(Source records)
>>>

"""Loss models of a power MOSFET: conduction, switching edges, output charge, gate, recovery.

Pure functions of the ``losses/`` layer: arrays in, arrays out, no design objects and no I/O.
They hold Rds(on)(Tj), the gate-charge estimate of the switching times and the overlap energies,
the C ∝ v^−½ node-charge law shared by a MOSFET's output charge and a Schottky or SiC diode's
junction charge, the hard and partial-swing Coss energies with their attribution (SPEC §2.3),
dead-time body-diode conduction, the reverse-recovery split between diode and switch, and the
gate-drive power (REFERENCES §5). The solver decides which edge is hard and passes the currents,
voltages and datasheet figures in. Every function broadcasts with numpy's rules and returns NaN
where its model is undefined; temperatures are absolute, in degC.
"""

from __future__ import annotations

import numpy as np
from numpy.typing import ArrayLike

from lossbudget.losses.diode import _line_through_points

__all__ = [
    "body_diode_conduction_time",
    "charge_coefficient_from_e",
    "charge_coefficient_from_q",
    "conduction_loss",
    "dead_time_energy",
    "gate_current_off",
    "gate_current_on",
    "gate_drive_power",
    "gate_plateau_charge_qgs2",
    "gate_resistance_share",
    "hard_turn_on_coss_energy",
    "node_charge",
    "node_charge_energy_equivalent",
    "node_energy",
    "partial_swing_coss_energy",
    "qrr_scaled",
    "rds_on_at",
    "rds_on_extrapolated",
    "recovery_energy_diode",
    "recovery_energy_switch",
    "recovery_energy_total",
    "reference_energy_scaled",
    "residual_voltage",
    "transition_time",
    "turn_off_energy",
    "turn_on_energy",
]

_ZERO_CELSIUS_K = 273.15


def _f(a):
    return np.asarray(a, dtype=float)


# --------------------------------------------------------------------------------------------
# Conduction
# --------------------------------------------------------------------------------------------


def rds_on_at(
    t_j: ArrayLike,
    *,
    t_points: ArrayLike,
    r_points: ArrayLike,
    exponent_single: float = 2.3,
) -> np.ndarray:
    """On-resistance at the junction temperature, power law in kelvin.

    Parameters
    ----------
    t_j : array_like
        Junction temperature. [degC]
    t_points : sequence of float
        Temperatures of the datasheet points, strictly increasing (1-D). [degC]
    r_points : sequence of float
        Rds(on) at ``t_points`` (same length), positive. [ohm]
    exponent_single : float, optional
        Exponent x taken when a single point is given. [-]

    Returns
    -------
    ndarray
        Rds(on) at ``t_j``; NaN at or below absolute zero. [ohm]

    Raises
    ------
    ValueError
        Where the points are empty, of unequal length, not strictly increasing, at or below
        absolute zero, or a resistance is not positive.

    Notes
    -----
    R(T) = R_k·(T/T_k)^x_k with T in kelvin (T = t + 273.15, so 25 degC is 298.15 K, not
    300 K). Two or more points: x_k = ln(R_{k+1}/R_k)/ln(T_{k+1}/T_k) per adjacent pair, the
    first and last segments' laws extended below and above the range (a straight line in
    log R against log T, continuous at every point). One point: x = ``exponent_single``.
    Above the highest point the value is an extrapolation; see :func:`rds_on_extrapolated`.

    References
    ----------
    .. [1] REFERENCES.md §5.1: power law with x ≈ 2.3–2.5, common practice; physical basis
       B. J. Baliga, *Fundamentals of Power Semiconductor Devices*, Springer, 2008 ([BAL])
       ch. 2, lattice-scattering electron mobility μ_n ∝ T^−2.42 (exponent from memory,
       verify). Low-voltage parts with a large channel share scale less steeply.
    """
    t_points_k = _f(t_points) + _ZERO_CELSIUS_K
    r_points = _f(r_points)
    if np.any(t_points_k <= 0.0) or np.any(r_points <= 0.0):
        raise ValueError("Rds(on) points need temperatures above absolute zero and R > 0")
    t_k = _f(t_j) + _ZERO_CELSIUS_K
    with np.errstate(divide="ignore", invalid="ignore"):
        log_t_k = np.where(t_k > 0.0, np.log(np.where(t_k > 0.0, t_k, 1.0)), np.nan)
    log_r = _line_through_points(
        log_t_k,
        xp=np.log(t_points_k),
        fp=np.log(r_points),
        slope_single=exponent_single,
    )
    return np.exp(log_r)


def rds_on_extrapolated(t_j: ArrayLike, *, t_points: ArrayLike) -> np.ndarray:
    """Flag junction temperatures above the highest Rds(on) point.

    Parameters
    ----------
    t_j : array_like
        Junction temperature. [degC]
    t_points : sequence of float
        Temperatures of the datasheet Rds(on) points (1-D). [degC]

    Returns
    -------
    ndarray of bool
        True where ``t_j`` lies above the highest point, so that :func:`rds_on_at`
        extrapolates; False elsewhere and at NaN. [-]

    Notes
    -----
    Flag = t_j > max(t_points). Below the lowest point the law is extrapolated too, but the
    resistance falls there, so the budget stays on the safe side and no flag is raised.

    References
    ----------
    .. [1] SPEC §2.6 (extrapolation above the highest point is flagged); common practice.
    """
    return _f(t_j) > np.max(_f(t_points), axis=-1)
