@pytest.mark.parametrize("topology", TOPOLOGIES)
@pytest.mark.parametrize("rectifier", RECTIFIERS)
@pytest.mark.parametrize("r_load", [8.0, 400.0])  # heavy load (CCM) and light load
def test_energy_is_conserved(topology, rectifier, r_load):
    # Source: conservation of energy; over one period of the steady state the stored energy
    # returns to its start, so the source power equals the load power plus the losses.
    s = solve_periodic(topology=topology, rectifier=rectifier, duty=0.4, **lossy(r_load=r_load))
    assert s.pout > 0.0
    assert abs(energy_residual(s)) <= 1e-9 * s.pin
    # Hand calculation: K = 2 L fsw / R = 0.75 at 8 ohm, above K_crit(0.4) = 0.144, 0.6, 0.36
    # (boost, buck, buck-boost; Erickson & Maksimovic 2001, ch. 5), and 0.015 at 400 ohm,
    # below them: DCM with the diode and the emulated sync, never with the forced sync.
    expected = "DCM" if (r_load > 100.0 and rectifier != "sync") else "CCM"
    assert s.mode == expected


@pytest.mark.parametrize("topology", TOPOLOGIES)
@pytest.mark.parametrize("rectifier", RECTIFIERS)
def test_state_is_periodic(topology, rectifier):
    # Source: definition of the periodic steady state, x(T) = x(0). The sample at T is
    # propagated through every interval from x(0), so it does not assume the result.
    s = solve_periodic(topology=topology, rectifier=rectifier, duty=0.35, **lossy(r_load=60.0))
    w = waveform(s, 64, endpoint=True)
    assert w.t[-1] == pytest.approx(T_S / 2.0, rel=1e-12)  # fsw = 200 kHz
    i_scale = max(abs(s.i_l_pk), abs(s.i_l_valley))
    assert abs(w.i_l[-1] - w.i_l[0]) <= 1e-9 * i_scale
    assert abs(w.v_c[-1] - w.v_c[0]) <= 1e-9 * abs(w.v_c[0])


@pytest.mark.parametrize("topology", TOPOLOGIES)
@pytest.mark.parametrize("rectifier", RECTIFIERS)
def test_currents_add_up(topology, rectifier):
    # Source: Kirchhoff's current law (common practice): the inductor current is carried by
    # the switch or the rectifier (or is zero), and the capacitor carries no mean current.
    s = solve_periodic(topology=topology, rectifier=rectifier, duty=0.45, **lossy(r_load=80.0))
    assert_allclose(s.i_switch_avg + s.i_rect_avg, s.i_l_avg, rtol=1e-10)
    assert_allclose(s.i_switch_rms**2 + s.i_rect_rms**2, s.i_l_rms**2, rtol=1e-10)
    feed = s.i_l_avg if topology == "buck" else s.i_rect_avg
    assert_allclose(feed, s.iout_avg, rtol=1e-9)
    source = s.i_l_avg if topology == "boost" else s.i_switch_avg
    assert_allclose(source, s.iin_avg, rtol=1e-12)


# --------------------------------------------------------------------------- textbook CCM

<<<

**Exercise**: The job here is to find each line above with the word "absolute" and copy it.

**Task output**:
where its model is undefined; temperatures are absolute, in degC.
        Rds(on) at ``t_j``; NaN at or below absolute zero. [ohm]
        absolute zero, or a resistance is not positive.
        raise ValueError("Rds(on) points need temperatures above absolute zero and R > 0")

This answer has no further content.